# [DATA FOR ANALYSIS]
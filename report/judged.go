package report

import (
	"slices"
	"strings"

	"slowpoint/rules"
)

// called names the place that the pictures show: the slowest only where every place was judged.
func (d *deciding) called() string {
	switch where := judgedAt(d.finding); {
	case where == "":
		return say("place slowest")
	case strings.EqualFold(where, "medium"):
		return say("place shown")
	case strings.EqualFold(where, "surface"):
		return say("place surface")
	}
	return say("place judged")
}

// judgedAt is the place or part that a limit was judged at, in the word of the column Where; "" for every point.
func judgedAt(f *rules.Finding) string {
	if f == nil || f.Limit == nil {
		return ""
	}
	if where := strings.TrimSpace(f.Limit.Where.Name); !strings.EqualFold(where, "every point") {
		return where
	}
	return ""
}

// ofTheInside are the kinds of limit that are about the whole of the food: how it is heated and how it is cooled.
var ofTheInside = []*rules.Kind{rules.Hold, rules.HoldTable, rules.Lethality, rules.CoolWithin, rules.HeatWithin, rules.ByTheEnd}

// judgedInPart says, a sentence for each place, which limits on heating and cooling were judged elsewhere than within the food or at its
// centre: at the surface, at a point, or on the surroundings. What is met there says nothing of the rest. Where nothing but the surroundings
// was judged, every limit on them is named.
func (p *Product) judgedInPart() []string {
	var places []string
	names := map[string][]string{}
	airOnly := true // nothing that weighs was judged on the food
	for i := range p.Judgement.Findings {
		f := &p.Judgement.Findings[i]
		airOnly = airOnly && (f.Level != "must" || unjudged(f) || strings.EqualFold(judgedAt(f), "medium"))
	}
	for i := range p.Judgement.Findings {
		f := &p.Judgement.Findings[i]
		where := judgedAt(f)
		if where == "" || strings.EqualFold(where, "centre") || f.Level != "must" || unjudged(f) {
			continue
		}
		inside := func(k *rules.Kind) bool { return f.Limit.Kind != nil && f.Limit.Kind.Name == k.Name }
		if !airOnly && !slices.ContainsFunc(ofTheInside, inside) {
			continue
		}
		if names[where] == nil {
			places = append(places, where)
		}
		names[where] = append(names[where], "\""+f.Limit.Name+"\"")
	}
	var out []string
	for _, where := range places {
		key := "judged at point"
		switch {
		case strings.EqualFold(where, "medium"):
			key = "judged on medium"
		case strings.EqualFold(where, "surface"):
			key = "judged at surface"
		}
		list := strings.Join(names[where], ", ")
		if key == "judged at point" {
			out = append(out, say(key, list, where))
		} else {
			out = append(out, say(key, list))
		}
	}
	return out
}

// unjudged tells whether nothing was judged: a limit that does not apply, or of which nothing could be read.
func unjudged(f *rules.Finding) bool {
	return f.Verdict == rules.NotApplicable || f.Verdict == rules.CannotTell && f.Value == nil
}

// inPart is the caution on them.
func inPart(h *Head, p *Product) ([]any, bool) {
	s := p.judgedInPart()
	return []any{strings.Join(s, " ")}, len(s) > 0
}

# [TASK ITEM]
The full listing above is to be retyped exactly.

# [WRITTEN RESPONSE]
filename report/judged.go
package report

import (
	"slices"
	"strings"

	"slowpoint/rules"
)

// called names the place that the pictures show: the slowest only where every place was judged.
func (d *deciding) called() string {
	switch where := judgedAt(d.finding); {
	case where == "":
		return say("place slowest")
	case strings.EqualFold(where, "medium"):
		return say("place shown")
	case strings.EqualFold(where, "surface"):
		return say("place surface")
	}
	return say("place judged")
}

// judgedAt is the place or part that a limit was judged at, in the word of the column Where; "" for every point.
func judgedAt(f *rules.Finding) string {
	if f == nil || f.Limit == nil {
		return ""
	}
	if where := strings.TrimSpace(f.Limit.Where.Name); !strings.EqualFold(where, "every point") {
		return where
	}
	return ""
}

// ofTheInside are the kinds of limit that are about the whole of the food: how it is heated and how it is cooled.
var ofTheInside = []*rules.Kind{rules.Hold, rules.HoldTable, rules.Lethality, rules.CoolWithin, rules.HeatWithin, rules.ByTheEnd}

// judgedInPart says, a sentence for each place, which limits on heating and cooling were judged elsewhere than within the food or at its
// centre: at the surface, at a point, or on the surroundings. What is met there says nothing of the rest. Where nothing but the surroundings
// was judged, every limit on them is named.
func (p *Product) judgedInPart() []string {
	var places []string
	names := map[string][]string{}
	airOnly := true // nothing that weighs was judged on the food
	for i := range p.Judgement.Findings {
		f := &p.Judgement.Findings[i]
		airOnly = airOnly && (f.Level != "must" || unjudged(f) || strings.EqualFold(judgedAt(f), "medium"))
	}
	for i := range p.Judgement.Findings {
		f := &p.Judgement.Findings[i]
		where := judgedAt(f)
		if where == "" || strings.EqualFold(where, "centre") || f.Level != "must" || unjudged(f) {
			continue
		}
		inside := func(k *rules.Kind) bool { return f.Limit.Kind != nil && f.Limit.Kind.Name == k.Name }
		if !airOnly && !slices.ContainsFunc(ofTheInside, inside) {
			continue
		}
		if names[where] == nil {
			places = append(places, where)
		}
		names[where] = append(names[where], "\""+f.Limit.Name+"\"")
	}
	var out []string
	for _, where := range places {
		key := "judged at point"
		switch {
		case strings.EqualFold(where, "medium"):
			key = "judged on medium"
		case strings.EqualFold(where, "surface"):
			key = "judged at surface"
		}
		list := strings.Join(names[where], ", ")
		if key == "judged at point" {
			out = append(out, say(key, list, where))
		} else {
			out = append(out, say(key, list))
		}
	}
	return out
}

// unjudged tells whether nothing was judged: a limit that does not apply, or of which nothing could be read.
func unjudged(f *rules.Finding) bool {
	return f.Verdict == rules.NotApplicable || f.Verdict == rules.CannotTell && f.Value == nil
}

// inPart is the caution on them.
func inPart(h *Head, p *Product) ([]any, bool) {
	s := p.judgedInPart()
	return []any{strings.Join(s, " ")}, len(s) > 0
}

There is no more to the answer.